But the Federation may be able to claim at least some part of a disease-fighting victory here in sector 001. More specifically, my home: the Canadian province of British Columbia.

While COVID-19 is still surging in many places, B.C.’s curve-flattening success has been hailed around the world, earning kudos from news outlets including CNN and the New York Times.

Much of the credit goes to the province’s dedicated, experienced public health officials and courageous frontline workers. But officials and workers in other jurisdictions are just as skilled, brave, and dedicated. Their advice, though, often went unheeded until the virus had already tightened its grip in those communities.

The difference may lie in the fact that the leader of BC’s government, Premier John Horgan, is also arguably the province’s most prominent Star Trek fan.

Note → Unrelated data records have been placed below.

"""DC current reversal at one point, on the instruments: the runner-side part of the mode.

At every step of every cycle the source is set to +I, 0 or -I (zero between polarities, never
output-off: the output relay does not switch at every step, common practice), the current is
let settle, the readbacks are taken, then every channel is read `per_step` times. Each reading
becomes a row of readings.csv as it is taken: the rows of a step are written when the step
ends and reach the operating system every few seconds of run clock, so a long point is never
held in memory or lost whole to a kill. A row taken after a transient fault in the attempt is
flagged `retry`.
"""

from __future__ import annotations

from dataclasses import dataclass
from typing import Any

import numpy as np

from acquire.modes.base import MeasureContext, PointMeasurement, PointProblem
from acquire.modes.dc_reversal.cycle_target import CyclePlanner
from acquire.modes.dc_reversal.reduction import mean_over_steps
from acquire.plan.schedule import Point, movable_axis_names
from acquire.store.append_table import format_cell
from drivers.roles import current_source, voltmeter


@dataclass(frozen=True)
class RawPoint:
    """A point's readings: voltages[channel, cycle, step, repeat] and the mean readback of
    each movable axis over its steps (None for an axis not read back)."""

    voltages: np.ndarray
    readback_means: tuple[float | None, ...]


def mean_readbacks(taken: list[tuple[float | None, ...]]) -> tuple[float | None, ...]:
    """Each axis's mean readback over the steps (None where never read)."""
    if not taken:
        return ()
    per_axis = np.array([[np.nan if v is None else v for v in step] for step in taken]).T
    return tuple(None if np.isnan(mean) else float(mean) for mean in mean_over_steps(per_axis))


class DcReversalMeasurement(PointMeasurement):
    def __init__(self, context: MeasureContext, planner: CyclePlanner | None = None,
                 steering_index: int = 0) -> None:
        """`planner`: precision-targeted cycles, following channel `steering_index`."""
        self.context = context
        protocol = context.protocol
        self.alternation = protocol.alternation
        self.per_step = protocol.readings.per_step
        self.channels = list(protocol.readings.channels)
        self.polarities = self.alternation.polarities
        self.source: current_source.CurrentSource = context.instruments.required(
            current_source.ROLE)
        self.meters: list[voltmeter.Voltmeter] = [
            context.instruments.named(name) for name in self.channels
        ]
        self.readings = context.tables["readings.csv"]
        self.tripped = False
        self.planner = planner
        self.steering_index = steering_index
        self.nonzero = [index for index, polarity in enumerate(self.polarities) if polarity]
        self.used = context.used_axes

    def cycles_for(self, point: Point) -> int:
        if self.planner is None:
            return int(self.alternation.cycles)
        return self.planner.cycles(point.current_A)

    def stored(self, point: Point, result: Any) -> None:
        if self.planner is not None:
            index = self.steering_index
            self.planner.record(point.current_A, result.n_cycles,
                                float(result.unidirectional_ohm_err[index]),
                                float(result.resistance_ohm[index]))

    def start(self) -> None:
        self.source.set_output(True)

    def rest(self) -> None:
        self.source.set_current(0.0)

    def measure(self, point: Point, attempt: int, flags: str) -> RawPoint:
        alternation, per_step, clock = self.alternation, self.per_step, self.context.clock
        source, meters = self.source, self.meters
        cycles = self.cycles_for(point)
        # Compliance is a live state: ask while current flows, at the first and the last
        # nonzero step of the point (two transactions, not one per step).
        probes = {(0, self.nonzero[0]), (cycles - 1, self.nonzero[-1])}
        voltages = np.empty((len(self.channels), cycles, len(self.polarities), per_step))
        setpoints = ",".join(
            format_cell(value if axis in self.used else None)
            for axis, value in zip(movable_axis_names(), point.setpoints)
        )
        channels = [format_cell(name) for name in self.channels]
        flag_cell = format_cell(flags)
        after_fault = format_cell("|".join(sorted({*filter(None, flags.split("|")), "retry"})))
        faults, faults_at_start = self.context.faults, self.context.faults()
        readings = self.readings
        # Rows are formatted here, in one f-string each: this loop runs for every reading.
        self.tripped = False
        taken: list[tuple[float | None, ...]] = []
        for cycle in range(cycles):
            for step_index, polarity in enumerate(self.polarities):
                lines = []
                current = polarity * point.current_A
                source.set_current(current)
                clock.sleep(alternation.settle)
                step_readbacks = self.context.readbacks()
                taken.append(step_readbacks)
                readbacks = ",".join(map(format_cell, step_readbacks))
                self.context.heartbeat()
                head = f"{point.number},{attempt},{cycle},{step_index},"
                middle = f"{setpoints},{current!r},{polarity},"
                for repeat in range(per_step):
                    for channel_index, meter in enumerate(meters):
                        voltage = meter.read()
                        if faults() != faults_at_start:
                            flag_cell = after_fault
                        voltages[channel_index, cycle, step_index, repeat] = voltage
                        lines.append(
                            f"{head}{repeat},{round(clock.now(), 6)!r},"
                            f"{clock.utc().isoformat()},{middle}{channels[channel_index]},"
                            f"{voltage!r},{readbacks},{flag_cell}\n"
                        )
                if (cycle, step_index) in probes:
                    self.tripped = self.tripped or source.compliance_tripped()
                readings.write_lines(lines)
                readings.flush_if_due(clock.now())
        source.set_current(0.0)
        return RawPoint(voltages, mean_readbacks(taken))

    def check(self) -> None:
        if self.tripped:
            raise PointProblem("compliance", "the current source hit its compliance voltage")
        for instrument in (self.source, *self.meters):
            problems = instrument.errors()
            if problems:
                raise PointProblem("instrument_error", f"{instrument.name}: {problems[0]}")
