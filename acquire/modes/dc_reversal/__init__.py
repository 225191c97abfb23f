"""DC current reversal: +I / 0 / -I at every point, even and odd parts of the resistance.

Protocol sections `alternation` and `readings` (section.py); choreography at one point
(measure.py); readings.csv and points.csv (tables.py); the reduction (reduction.py).
"""

from __future__ import annotations

from typing import Any

import numpy as np
import pandas as pd

from acquire.modes.base import (
    AcquisitionMode,
    MeasureContext,
    PointMeasurement,
    PointSummary,
)
from acquire.modes.dc_reversal.measure import DcReversalMeasurement
from acquire.modes.dc_reversal.reduction import BlockResult, reduce_blocks, reduce_readings
from acquire.modes.dc_reversal.section import DcReversalProtocol
from acquire.modes.dc_reversal.tables import POINTS, READINGS
from acquire.plan.schedule import Point, movable_axis_names
from acquire.plan.timing import PointCost, RigTiming
from acquire.store.tables import TableSchema

POINT_VALUES = ("resistance_ohm", "resistance_ohm_err", "unidirectional_ohm",
                "unidirectional_ohm_err", "unidirectional_ratio", "unidirectional_ratio_err",
                "offset_V", "offset_V_err")


class DcReversal(AcquisitionMode):
    name = "dc_reversal"
    protocol_model = DcReversalProtocol
    channel_role = "voltmeter"
    excitation_role = "current_source"

    def channels(self, protocol: Any) -> list[str]:
        return list(protocol.readings.channels)

    def tables(self) -> list[TableSchema]:
        return [READINGS, POINTS]

    def readings_per_point(self, protocol: Any) -> int:
        alternation = protocol.alternation
        return (alternation.cycles * len(alternation.pattern) * protocol.readings.per_step
                * len(protocol.readings.channels))

    def point_cost(self, protocol: Any, timing: RigTiming) -> PointCost:
        steps = protocol.alternation.cycles * len(protocol.alternation.pattern)
        per_step = protocol.readings.per_step
        channels = protocol.readings.channels
        latency_per_reading = sum(timing.reading_latency_s[name] for name in channels)
        integration_per_reading = sum(timing.integration_s[name] for name in channels)
        step_transactions = timing.source_latency_s + timing.readback_latency_s
        return PointCost(
            settling_s=steps * protocol.alternation.settle,
            integration_s=steps * per_step * integration_per_reading,
            transactions_s=steps * (step_transactions + per_step * latency_per_reading)
            + 2 * timing.source_latency_s,  # compliance and error-queue checks at each point
        )

    def measurement(self, context: MeasureContext) -> PointMeasurement:
        return DcReversalMeasurement(context)

    def reduce_point(self, protocol: Any, point: Point, raw: Any) -> BlockResult:
        amplitude = np.full(len(protocol.readings.channels), point.current_A)
        return reduce_blocks(raw, protocol.alternation.pattern, amplitude)

    def point_rows(self, protocol: Any, point: Point, result: BlockResult, flags: str,
                   density_per_ampere: float) -> list[tuple[object, ...]]:
        used = {loop.axis for loop in protocol.loops}
        setpoints = tuple(value if axis in used else None
                          for axis, value in zip(movable_axis_names(), point.setpoints))
        rows = []
        for index, channel in enumerate(protocol.readings.channels):
            rows.append((
                point.number, *setpoints, point.current_A, point.current_A * density_per_ampere,
                channel, result.n_cycles,
                *(float(getattr(result, name)[index]) for name in POINT_VALUES),
                flags,
            ))
        return rows

    def summary(self, result: BlockResult) -> PointSummary:
        return PointSummary(float(result.resistance_ohm[0]),
                            float(result.unidirectional_ratio[0]))

    def normalised_sections(self, protocol: Any) -> dict[str, Any]:
        return {
            "alternation": {
                "pattern": protocol.alternation.pattern,
                "cycles": protocol.alternation.cycles,
                "settle_s": protocol.alternation.settle,
            },
            "readings": protocol.readings.model_dump(),
        }

    def reduce_readings(self, readings: pd.DataFrame, normalised: dict[str, Any],
                        density_per_ampere: float) -> pd.DataFrame:
        return reduce_readings(readings, normalised["alternation"]["pattern"],
                               density_per_ampere, normalised["readings"]["per_step"])


MODE = DcReversal()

The Trekkie in the command chair

Horgan was hooked on the show from an early age. “The Pollyanna view that we can all work together to a better outcome — all faiths, all ethnicities — that appealed to me,” he told a columnist after taking the reins of BC’s left-wing New Democratic Party (NDP).

He’s known for leaning out of his office window and playfully heckling fellow politicians, telling one who walked by one day in a red outfit that she was lucky this wasn’t an away mission. One wall of his office bears a framed picture of Kirk, Picard, Janeway, Sisko, and Archer along with a plaque reading “Engage: Stardate 2017.07.18” — the date his government was sworn in. And while he has a deep-seated affection for all things Trek, his favorite captain is Janeway.

In short, the government of British Columbia is led by someone who spent his formative years — and his adult life — immersed in Federation space. And it turns out that’s pretty good preparation for navigating an unprecedented crisis.

Exploring strange new worlds... before you have to live in them

Today hand-washing, mask-wearing and physical distancing are the norm (or at least, the norm we’re trying to reach). But back in February and March, when governments were making those all-important decisions on their first response to the virus, even respectable media voices were saying “It’ll be like a bad flu year.” Denial was still the order of the day.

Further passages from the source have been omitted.